When finding cyphers in a complex, they are scavenged from ancient machines, control panels and the like.
Many cyphers found in the field will be cobbled, which is to say the PCs assemble them from various pieces they find (connect this power source to that emitter).
Also, I don't think it's at all assumed that everything is picked over and looted. There is a billion years of history between our world today and the Ninth World. That's a lot of strati! Every earthquake, tornado, hurricane, etc. may reveal an ancient site never explored before. Also remember that much of the Ninth World (even within the Steadfast) is empty and unexplored.
A few things to consider:
Ancient numenera sites are DANGEROUS! Ancient diseases to which there are no cure, genetically engineered horrors, mechanical horrors, uber high-tech security systems, radiation and nano swarms are just a few of the dangers that might be encountered. Because of this, only the extremely learned, brave or insane venture into them.

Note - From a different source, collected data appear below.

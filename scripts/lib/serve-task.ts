// The shape of `npm run demo` and `npm run dev`: start everything, keep serving until Ctrl-C
// (the signal handler then stops everything and ends the process), or stop everything and
// fail if the app server or a job worker ends by itself or something cannot start.
import { isShuttingDown, log, shutdown, stopEverythingOnSignals, type LongRunning } from './processes';

export type Served = { label: string; process: LongRunning };

export async function serveUntilStopped(taskName: string, start: () => Promise<Served[]>) {
  stopEverythingOnSignals();
  try {
    const served = await start();
    const first = await Promise.race(served.map(({ label, process }) => process.exited.then((code) => ({ label, code }))));
    if (isShuttingDown()) return;
    log(`${first.label} exited by itself (code ${first.code}); stopping everything`);
  } catch (error) {
    if (isShuttingDown()) return;
    console.error(`[whorlwind] ${taskName} could not start: ${(error as Error).message}`);
  }
  await shutdown();
  process.exit(1);
}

The Order of Truth limits the exploration of these sites for the safety of the people (also, coincidentally I'm sure, to give them first dibs on any goodies). I think it's likely known numenera sites (in the Steadfast at least) are designated "holy sites" by the Order and are off limits to all but Aeon Priests (perhaps enforced by cultural taboo or even law).
Understanding and using the numenera is beyond the abilities of all in the world except PCs, Aeon Priests, members of the convergence and the like. For most people, cyphers are useless and dangerous unless instructed how to use one.
Although the use limit is arbitrary in the sense that the number was arbitrarily chosen (or at least chosen for mechanics and game-balance reasons as opposed to in-world reasons), the fact that there is a limit isn't arbitrary at all. Cyphers a made from bits of uber tech put together in ways that weren't intended and/or being used in ways that weren't intended, and they're never completely understood--not even by PCs or Aeon Priests. Not only are they inherently dangerous, but this danger magnifies exponentially as more and more cyphers are brought together. They may be emitting various energy fields, radiation, nano particles, etc. that will not interact well with other cyphers in vicinity.
As the PCs advance in tiers, they can carry more cyphers. This reflects their growing knowledge of the numenera and understanding of how to carry/contruct/improvise cyphers that are safer to handle and or less likely to react with the PC's other cyphers.
I recommend going over chapters 17-20 in the corebook again, as well as pages 335-337 and 357-360. This is all explained pretty well.